Moreover, it was within the trial court’s discretion to discredit or disregard Dr. Hurley’s and Dr. Culley’s conclusions, and it was also within the trial court’s discretion to weigh its own observations of Payne before, during, and after trial against the doctors’ conclusions and determine that its observations outweighed those conclusions. See Isom, 170 N.E.3d at 653 (quoting Cotton, 753 N.E.2d at 591); Barcroft, 111 N.E.3d at 1003 (citing Galloway, 938 N.E.2d at 709); Galloway, 938 N.E.2d at 709 (citing Cate, 644 N.E.2d at 547; Thompson, 804 N.E.2d at 1149). This court cannot reassess Dr. Hurley’s and Dr. Culley’s credibility, nor can it reweigh the evidence. See Tibbs, 59 N.E.3d at 1019 (citing Stonger, 776 N.E.2d at 358).
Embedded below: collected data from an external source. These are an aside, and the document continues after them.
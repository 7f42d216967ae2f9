-- Uploaded soundings. `summary` is the JSON that the API answers, `levels` the completed levels in SI.
CREATE TABLE profiles (
  id         TEXT PRIMARY KEY, -- UUIDv7: sorts by creation
  name       TEXT NOT NULL,
  valid_at   REAL,             -- seconds since 1970 UTC
  latitude   REAL,             -- radians
  longitude  REAL,
  created_at TEXT NOT NULL,
  summary    TEXT NOT NULL,
  levels     TEXT NOT NULL
) STRICT;

CREATE INDEX profiles_by_valid_at ON profiles (valid_at);

-- Planned flights. `plan` is the JSON of the request with its defaults filled in.
CREATE TABLE flights (
  id          TEXT PRIMARY KEY,
  title       TEXT NOT NULL,
  launch_time REAL NOT NULL,   -- seconds since 1970 UTC
  profile_id  TEXT REFERENCES profiles (id) ON DELETE RESTRICT, -- the air that the plan names
  created_at  TEXT NOT NULL,
  updated_at  TEXT NOT NULL,
  plan        TEXT NOT NULL,
  outcome     TEXT             -- what happened, JSON; null until somebody says
) STRICT;

CREATE INDEX flights_by_launch_time ON flights (launch_time);
CREATE INDEX flights_by_profile ON flights (profile_id) WHERE profile_id IS NOT NULL;

-- Every prediction ever answered, never changed. `answer` is its JSON, `track` its packed points.
CREATE TABLE runs (
  id         TEXT PRIMARY KEY,
  flight_id  TEXT NOT NULL REFERENCES flights (id) ON DELETE CASCADE,
  profile_id TEXT REFERENCES profiles (id) ON DELETE RESTRICT,
  answer     TEXT NOT NULL,
  track      BLOB NOT NULL
) STRICT;

CREATE INDEX runs_by_flight ON runs (flight_id, id);
CREATE INDEX runs_by_profile ON runs (profile_id) WHERE profile_id IS NOT NULL;

-- First answers to creating requests that carried an Idempotency-Key.
CREATE TABLE first_answers (
  key        TEXT PRIMARY KEY,
  digest     BLOB NOT NULL,    -- of method, path and body
  location   TEXT,
  answer     TEXT NOT NULL,
  created_at TEXT NOT NULL
) STRICT;
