-- Long pieces of work that a client does not wait for. A job that runs when the program ends stands as
-- interrupted once it starts again; its request is kept, so that it can be repeated.
CREATE TABLE jobs (
  id          TEXT PRIMARY KEY, -- UUIDv7: sorts by creation
  kind        TEXT NOT NULL,
  state       TEXT NOT NULL CHECK (state IN ('running', 'done', 'failed', 'cancelled', 'interrupted')),
  request     TEXT NOT NULL,    -- JSON, its plan and every default filled in
  answer      TEXT,             -- JSON, once done
  problem     TEXT,             -- JSON, once failed
  created_at  TEXT NOT NULL,
  finished_at TEXT
) STRICT;
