/** The state of a rising balloon, stepped up through a column. */
class Rise {
  lowestReynolds = Infinity
  highestReynolds = 0
  private balloon!: AscendingBalloon
  private column!: Column
  private at!: Whereabouts
  private departure: WindDeparture | undefined
  /** Where it was asked for last, m/s */
  private rate = 0

  begin(
    balloon: AscendingBalloon,
    column: Column,
    at: Whereabouts,
    departure: WindDeparture | undefined,
  ): void {
    this.lowestReynolds = Infinity
    this.highestReynolds = 0
    this.balloon = balloon
    this.column = column
    this.at = at
    this.departure = departure
    if (best.length < column.count) {
      best = new Float64Array(column.count)
      reynolds = new Float64Array(column.count)
      durations = new Float64Array(column.count)
      drifts = {
        altitude: new Float64Array(column.count),
        east: new Float64Array(column.count),
        north: new Float64Array(column.count),
      }
    }
  }

  /** Steady rate of ascent here, m/s. */
  rateHere(): number {
    this.column.at(this.at.altitude, pointAir)
    this.rate = riseRate(this.balloon, pointAir, this.at.altitude)
    return this.rate
  }

  /** Up to `top` m within one slab: in one step, or in many where the drag crisis is near. */
  through(slab: number, top: number): void {
    const bottom = this.at.altitude
    if (!this.isNearJump(bottom) && !this.isNearJump(top)) {
      this.step(slab, top)
      return
    }
    for (let part = 1; part <= CRISIS_PARTS; part++) {
      this.throughCrisis(slab, bottom + ((top - bottom) * part) / CRISIS_PARTS)
    }
  }

  /** As `through`, in steps that meet where the Reynolds number jumps. */
  private throughCrisis(slab: number, top: number): void {
    const bottom = this.at.altitude
    const jump = this.jumpIn(bottom, top)
    if (jump === null) {
      this.step(slab, top)
      return
    }
    // Next to the jump the rate changes as the root of the distance to it, so the steps grow from it.
    for (let step = JUMP_STEPS - 1; step >= 0; step--) {
      this.step(slab, jump - (jump - bottom) * (step / JUMP_STEPS) ** 2)
    }
    for (let step = 1; step <= JUMP_STEPS; step++) {
      this.step(slab, jump + (top - jump) * (step / JUMP_STEPS) ** 2)
    }
  }

  private isNearJump(altitude: number): boolean {
    const { jump } = this.balloon.drag
    return jump !== null && Math.abs(Math.log(this.bestAt(altitude) / jump)) < NEAR_JUMP
  }

  /** The altitude in (bottom, top) m at which the Reynolds number jumps; null where it does not. */
  private jumpIn(bottom: number, top: number): number | null {
    const { jump } = this.balloon.drag
    if (jump === null || this.bestAt(bottom) > jump === this.bestAt(top) > jump) return null
    const rises = this.bestAt(top) > jump
    let [low, high] = [bottom, top]
    while (high - low > 1e-3) {
      const middle = (low + high) / 2
      if (this.bestAt(middle) > jump === rises) high = middle
      else low = middle
    }
    return low
  }

  private bestAt(altitude: number): number {
    const { balloon, column } = this
    column.at(altitude, pointAir)
    const volume = gasVolume(balloon, pointAir.temperature, pointAir.pressure)
    return bestNumber(balloon, pointAir, volume, gravity(altitude))
  }

  /** Up to `top` m within one slab, in the mean air of the step. */
  private step(slab: number, top: number): void {
    const { balloon, column, at, departure } = this
    const bottom = at.altitude
    const middle = (bottom + top) / 2
    column.mean(bottom, top, slabAir)
    const volume = gasVolume(balloon, slabAir.temperature, slabAir.pressure)
    const reynoldsHere = risingReynolds(balloon, slabAir, volume, gravity(middle))
    if (reynoldsHere === 0) throw stopsRisingIn(column, balloon, bottom)
    if (reynoldsHere < this.lowestReynolds) this.lowestReynolds = reynoldsHere
    if (reynoldsHere > this.highestReynolds) this.highestReynolds = reynoldsHere
    const rate = speed(reynoldsHere, slabAir, volume)
    const duration = (top - bottom) / rate
    const east = slabAir.windEast + (departure ? departure.east[slab] : 0)
    const north = slabAir.windNorth + (departure ? departure.north[slab] : 0)
    drift(at, middle, east * duration, north * duration)
    at.elapsed += duration
    at.altitude = top
  }

  /** As `through`, telling a recorder of the way; the step ends in `phase`. */
  recordedStep(slab: number, top: number, recorder: PathRecorder, phase: Phase): void {
    const { at, column } = this
    const from = { ...at }
    const fromRate = this.rate
    this.through(slab, top)
    recordStep(recorder, column, from, fromRate, at, this.rateHere(), phase)
  }

  /** Through slabs [first, end), all of each: the same as `through` each, from the tables where it can. */
  wholeSlabs(first: number, end: number, recorder?: PathRecorder): void {
    const { balloon, column, at, departure } = this
    if (balloon.drag.jump !== null) {
      for (let slab = first; slab < end; slab++) {
        const top = column.altitude(slab + 1)
        if (recorder) this.recordedStep(slab, top, recorder, 'ascent')
        else this.through(slab, top)
      }
      return
    }
    const { fill, mass, dragFactor = 1 } = balloon
    const { displacedPerMole, bestPerLift, slowness } = column.rise(balloon.temperatureOffset)
    const { windEast, windNorth } = column
    for (let slab = first; slab < end; slab++) {
      const lift = fill.moles * displacedPerMole[slab] - mass
      if (!(lift > 0)) throw stopsRisingIn(column, balloon, column.altitude(slab))
      best[slab] = (lift * bestPerLift[slab]) / dragFactor
    }
    balloon.drag.reynoldsOfAll(best, reynolds, first, end)

    const { altitude, east, north } = drifts
    const cubeRootMoles = Math.cbrt(fill.moles)
    let { lowestReynolds, highestReynolds } = this
    let elapsed = 0
    for (let slab = first; slab < end; slab++) {
      if (reynolds[slab] < lowestReynolds) lowestReynolds = reynolds[slab]
      if (reynolds[slab] > highestReynolds) highestReynolds = reynolds[slab]
      const duration = (cubeRootMoles * slowness[slab]) / reynolds[slab]
      elapsed += duration
      durations[slab] = duration
      altitude[slab] = column.altitude(slab) + column.thickness / 2
      east[slab] = (windEast[slab] + (departure ? departure.east[slab] : 0)) * duration
      north[slab] = (windNorth[slab] + (departure ? departure.north[slab] : 0)) * duration
    }
    this.lowestReynolds = lowestReynolds
    this.highestReynolds = highestReynolds
    if (recorder) {
      this.recordSlabs(first, end, recorder)
      return
    }
    driftAlong(at, first, end, altitude, east, north)
    at.elapsed += elapsed
    at.altitude = column.altitude(end)
  }

  /** Moves through slabs [first, end) by their durations and drifts, telling a recorder of the way. */
  private recordSlabs(first: number, end: number, recorder: PathRecorder): void {
    const { at, column } = this
    for (let slab = first; slab < end; slab++) {
      const from = { ...at }
      const fromRate = this.rate
      driftAlong(at, slab, slab + 1, drifts.altitude, drifts.east, drifts.north)
      at.elapsed += durations[slab]
      at.altitude = column.altitude(slab + 1)
      // At the edge between two slabs the balloon rises at the mean of their rates.
      const next = Math.min(slab + 1, end - 1)
      this.rate = (column.thickness / durations[slab] + column.thickness / durations[next]) / 2
      recordStep(recorder, column, from, fromRate, at, this.rate, 'ascent')
    }
  }
}

/** One for all ascents, which never run at the same time. */
const rise = new Rise()

function volumeAt(balloon: AscendingBalloon, column: Column, altitude: number): number {
  column.air.sampleAltitude(altitude, pointAir)
  return gasVolume(balloon, pointAir.temperature, pointAir.pressure)
}

/**
 * The altitude in (bottom, top] m where the gas, whose volume in m³ at an altitude `volumeAt` tells, fills
 * the burst volume, to a tenth of a millimetre.
 */
export function burstAltitude(
  burstVolume: number,
  volumeAt: (altitude: number) => number,
  bottom: number,
  top: number,
): number {
  // False position with the Illinois weight on ln V, which is nearly a straight line in altitude.
  const excess = (altitude: number) => Math.log(volumeAt(altitude) / burstVolume)
  let low = bottom
  let high = top
  let excessLow = excess(low)
  let excessHigh = excess(high)
  if (excessLow >= 0) return low
  let side = 0
  for (let round = 0; round < 60 && high - low > 1e-4; round++) {
    const middle = high - (excessHigh * (high - low)) / (excessHigh - excessLow)
    const excessMiddle = excess(middle)
    if (Math.abs(excessMiddle) < 1e-9) return middle // 1e-9 of the volume is under 0.01 mm of altitude
    if (excessMiddle > 0) {
      high = middle
      excessHigh = excessMiddle
      if (side === 1) excessLow /= 2
      side = 1
    } else {
      low = middle
      excessLow = excessMiddle
      if (side === -1) excessHigh /= 2
      side = -1
    }
  }
  return high
}

/** `ceilingVolume`: what the gas has grown to at the ceiling, m³. */
export function noBurst(balloon: AscendingBalloon, ceilingVolume: number): NotFlyable {
  return new NotFlyable({
    kind: 'no-burst',
    ratedBurstDiameter: sphereDiameter(balloon.burstVolume),
    ceiling: CEILING,
    ceilingDiameter: sphereDiameter(ceilingVolume),
  })
}

function stopsRisingIn(column: Column, balloon: AscendingBalloon, altitude: number): NotFlyable {
  // Per mole the displaced air weighs R·(T+ΔT)·ρ/p.
  const { edgeVolumePerMole } = column.rise(balloon.temperatureOffset)
  let leastDisplaced = Infinity
  for (let edge = column.slabAt(altitude); edge <= column.count; edge++) {
    leastDisplaced = Math.min(leastDisplaced, edgeVolumePerMole[edge] * column.edgeDensity[edge])
  }
  return stopsRising(balloon, altitude, leastDisplaced)
}

/** `leastDisplaced`: the least mass of air in kg that a mole of the gas displaces further up. */
export function stopsRising(
  balloon: AscendingBalloon,
  altitude: number,
  leastDisplaced: number,
): NotFlyable {
  // Where a mole of gas displaces least, the gas must still carry all.
  const { moles, gasMass, grossLift, neckLift } = balloon.fill
  const liftPerMole = leastDisplaced - gasMass / moles
  const neededMoles = (balloon.mass - gasMass) / liftPerMole
  return new NotFlyable({
    kind: 'stops-rising',
    altitude,
    neckLift,
    // Gross lift goes with the gas; the balloon's own mass comes off it.
    neededNeckLift:
      liftPerMole > 0 ? (grossLift * neededMoles) / moles - (grossLift - neckLift) : null,
  })
}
Most importantly, and the reason for this dissent, when there is conflicting evidence concerning a defendant’s competency, this court must look to the evidence supporting the trial court’s decision; it is only when that decision is wholly unsupported that we may reverse. McManus, 814 N.E.2d at 260–61 (quoting Brewer, 646 N.E.2d at 1384). Instead of focusing on the evidence that the trial court could have used to make a decision regarding Payne’s alleged incompetency, we should be determining whether there was evidence of his competency. See id. Based on my review of the record, I conclude there is evidence in this record supporting the trial court’s determination that Payne was competent to stand trial on January 9 and 10, 2023. Therefore, the trial court did not clearly err in making this decision and thus did not clearly err in denying Payne’s motion to set aside the verdict. I would affirm the trial court’s denial of that motion.
Accordingly, I respectfully dissent.